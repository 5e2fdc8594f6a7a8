import { addDays, compareDays, type Day, daysBetween, fullDay } from "~/domain/calendar"
import { formatMoney } from "~/domain/money"

/** A step of the schedule: so many days after an invoice falls due, below 0 before it. */
export type ReminderStep = { id: string; daysAfterDue: number }

/** A job that was away catches up with a step for so long; after that the step is left out. */
const DAYS_LATE = 7

/**
 * The step that an open invoice has reached on `today` and that is still to be written, or null: the last one it has
 * reached, unless that was written already or is a week past. Earlier steps are not made up for, and one from before the
 * invoice was issued never counts. `isTakenByItself` leaves out what comes before it is late. This product's own rule.
 */
export function stepToWrite<Step extends ReminderStep>(
	invoice: { issuedOn: Day; dueOn: Day; isTakenByItself: boolean; writtenSteps: readonly string[] },
	steps: readonly Step[],
	today: Day,
): Step | null {
	const reached = steps
		.map((step) => ({ step, on: addDays(invoice.dueOn, step.daysAfterDue) }))
		.filter(({ step, on }) => {
			if (invoice.isTakenByItself && step.daysAfterDue <= 0) return false
			return compareDays(on, today) <= 0 && compareDays(on, invoice.issuedOn) >= 0
		})
		.toSorted((a, b) => compareDays(b.on, a.on))[0]
	if (!reached || invoice.writtenSteps.includes(reached.step.id)) return null
	return daysBetween(reached.on, today) < DAYS_LATE ? reached.step : null
}

/** The blanks that the words of a step may have, and what stands in them. */
export const BLANKS = {
	store: "the store’s name",
	invoice: "the number of the invoice, or the numbers of several",
	amount: "what is still to pay on them",
	due: "the day the first of them fell or falls due",
	yard: "your own name",
} as const
type Blank = keyof typeof BLANKS

const BLANK = /\{([^{}]*)\}/g
const isBlank = (name: string): name is Blank => Object.hasOwn(BLANKS, name)

/** The blanks in `text` that there are not, as they stand there, each once. */
export function unknownBlanks(text: string): string[] {
	const names = [...text.matchAll(BLANK)].map(([, name = ""]) => name)
	return [...new Set(names.filter((name) => !isBlank(name)))]
}

/** What a reminder is about. */
export type Reminded = {
	storeName: string
	yardName: string
	invoices: readonly { number: string; dueOn: Day; openCents: number }[]
}

/**
 * Fills the blanks of a step's words, each once: what is put in is not looked at again. A blank that there is not stays as
 * it is. Of more than four invoices three are named and the others counted: the letter lists them all.
 */
export function fillBlanks(text: string, { storeName, yardName, invoices }: Reminded): string {
	const values: Record<Blank, string> = {
		store: storeName,
		invoice: numbersInWords(invoices.map(({ number }) => number)),
		amount: formatMoney(invoices.reduce((sum, { openCents }) => sum + openCents, 0)),
		due: invoices.length === 0 ? "" : fullDay(invoices.map(({ dueOn }) => dueOn).toSorted(compareDays)[0] as Day),
		yard: yardName,
	}
	return text.replace(BLANK, (whole, name: string) => (isBlank(name) ? values[name] : whole))
}

/** "2026-0012", "2026-0012 and 2026-0013", "2026-0012, 2026-0013, 2026-0014 and 5 more". */
function numbersInWords(numbers: readonly string[]): string {
	if (numbers.length < 2) return numbers.join("")
	const named = numbers.length > 4 ? numbers.slice(0, 3) : numbers.slice(0, -1)
	return `${named.join(", ")} and ${numbers.length > 4 ? `${numbers.length - 3} more` : numbers.at(-1)}`
}

/** "3 days before it falls due", "on the day it falls due", "1 day after it fell due". */
export function stepWords(daysAfterDue: number): string {
	if (daysAfterDue === 0) return "on the day it falls due"
	const days = Math.abs(daysAfterDue) === 1 ? "1 day" : `${Math.abs(daysAfterDue)} days`
	return daysAfterDue < 0 ? `${days} before it falls due` : `${days} after it fell due`
}

/** Steps to begin with, which nobody has to take. Common practice, no source. */
export const FIRST_STEPS: readonly { daysAfterDue: number; subject: string; body: string }[] = [
	{
		daysAfterDue: -3,
		subject: "{yard}: {amount} is due on {due}",
		body: "Dear {store},\n\nthis is only to say that {amount} for invoice {invoice} is due on {due}. If it is on its way already, there is nothing to do.\n\nThank you, {yard}",
	},
	{
		daysAfterDue: 7,
		subject: "{yard}: {amount} was due on {due}",
		body: "Dear {store},\n\nwe have not had {amount} for invoice {invoice} yet, which was due on {due}. Would you look whether it was overlooked? If something on it is not right, tell us and we will mend it.\n\nThank you, {yard}",
	},
	{
		daysAfterDue: 21,
		subject: "{yard}: {amount} is three weeks late",
		body: "Dear {store},\n\nwe still wait for {amount} for invoice {invoice}, due since {due}. Please pay it this week, or call us so that we can agree on a day.\n\n{yard}",
	},
]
#####
**Aim of the task:** In full and without alteration, output the listing.

**Response to this exercise:**
repository 5e2fdc8594f6a7a8
import { addDays, compareDays, type Day, daysBetween, fullDay } from "~/domain/calendar"
import { formatMoney } from "~/domain/money"

/** A step of the schedule: so many days after an invoice falls due, below 0 before it. */
export type ReminderStep = { id: string; daysAfterDue: number }

/** A job that was away catches up with a step for so long; after that the step is left out. */
const DAYS_LATE = 7

/**
 * The step that an open invoice has reached on `today` and that is still to be written, or null: the last one it has
 * reached, unless that was written already or is a week past. Earlier steps are not made up for, and one from before the
 * invoice was issued never counts. `isTakenByItself` leaves out what comes before it is late. This product's own rule.
 */
export function stepToWrite<Step extends ReminderStep>(
	invoice: { issuedOn: Day; dueOn: Day; isTakenByItself: boolean; writtenSteps: readonly string[] },
	steps: readonly Step[],
	today: Day,
): Step | null {
	const reached = steps
		.map((step) => ({ step, on: addDays(invoice.dueOn, step.daysAfterDue) }))
		.filter(({ step, on }) => {
			if (invoice.isTakenByItself && step.daysAfterDue <= 0) return false
			return compareDays(on, today) <= 0 && compareDays(on, invoice.issuedOn) >= 0
		})
		.toSorted((a, b) => compareDays(b.on, a.on))[0]
	if (!reached || invoice.writtenSteps.includes(reached.step.id)) return null
	return daysBetween(reached.on, today) < DAYS_LATE ? reached.step : null
}

/** The blanks that the words of a step may have, and what stands in them. */
export const BLANKS = {
	store: "the store’s name",
	invoice: "the number of the invoice, or the numbers of several",
	amount: "what is still to pay on them",
	due: "the day the first of them fell or falls due",
	yard: "your own name",
} as const
type Blank = keyof typeof BLANKS

const BLANK = /\{([^{}]*)\}/g
const isBlank = (name: string): name is Blank => Object.hasOwn(BLANKS, name)

/** The blanks in `text` that there are not, as they stand there, each once. */
export function unknownBlanks(text: string): string[] {
	const names = [...text.matchAll(BLANK)].map(([, name = ""]) => name)
	return [...new Set(names.filter((name) => !isBlank(name)))]
}

/** What a reminder is about. */
export type Reminded = {
	storeName: string
	yardName: string
	invoices: readonly { number: string; dueOn: Day; openCents: number }[]
}

/**
 * Fills the blanks of a step's words, each once: what is put in is not looked at again. A blank that there is not stays as
 * it is. Of more than four invoices three are named and the others counted: the letter lists them all.
 */
export function fillBlanks(text: string, { storeName, yardName, invoices }: Reminded): string {
	const values: Record<Blank, string> = {
		store: storeName,
		invoice: numbersInWords(invoices.map(({ number }) => number)),
		amount: formatMoney(invoices.reduce((sum, { openCents }) => sum + openCents, 0)),
		due: invoices.length === 0 ? "" : fullDay(invoices.map(({ dueOn }) => dueOn).toSorted(compareDays)[0] as Day),
		yard: yardName,
	}
	return text.replace(BLANK, (whole, name: string) => (isBlank(name) ? values[name] : whole))
}

/** "2026-0012", "2026-0012 and 2026-0013", "2026-0012, 2026-0013, 2026-0014 and 5 more". */
function numbersInWords(numbers: readonly string[]): string {
	if (numbers.length < 2) return numbers.join("")
	const named = numbers.length > 4 ? numbers.slice(0, 3) : numbers.slice(0, -1)
	return `${named.join(", ")} and ${numbers.length > 4 ? `${numbers.length - 3} more` : numbers.at(-1)}`
}

/** "3 days before it falls due", "on the day it falls due", "1 day after it fell due". */
export function stepWords(daysAfterDue: number): string {
	if (daysAfterDue === 0) return "on the day it falls due"
	const days = Math.abs(daysAfterDue) === 1 ? "1 day" : `${Math.abs(daysAfterDue)} days`
	return daysAfterDue < 0 ? `${days} before it falls due` : `${days} after it fell due`
}

/** Steps to begin with, which nobody has to take. Common practice, no source. */
export const FIRST_STEPS: readonly { daysAfterDue: number; subject: string; body: string }[] = [
	{
		daysAfterDue: -3,
		subject: "{yard}: {amount} is due on {due}",
		body: "Dear {store},\n\nthis is only to say that {amount} for invoice {invoice} is due on {due}. If it is on its way already, there is nothing to do.\n\nThank you, {yard}",
	},
	{
		daysAfterDue: 7,
		subject: "{yard}: {amount} was due on {due}",
		body: "Dear {store},\n\nwe have not had {amount} for invoice {invoice} yet, which was due on {due}. Would you look whether it was overlooked? If something on it is not right, tell us and we will mend it.\n\nThank you, {yard}",
	},
	{
		daysAfterDue: 21,
		subject: "{yard}: {amount} is three weeks late",
		body: "Dear {store},\n\nwe still wait for {amount} for invoice {invoice}, due since {due}. Please pay it this week, or call us so that we can agree on a day.\n\n{yard}",
	},
]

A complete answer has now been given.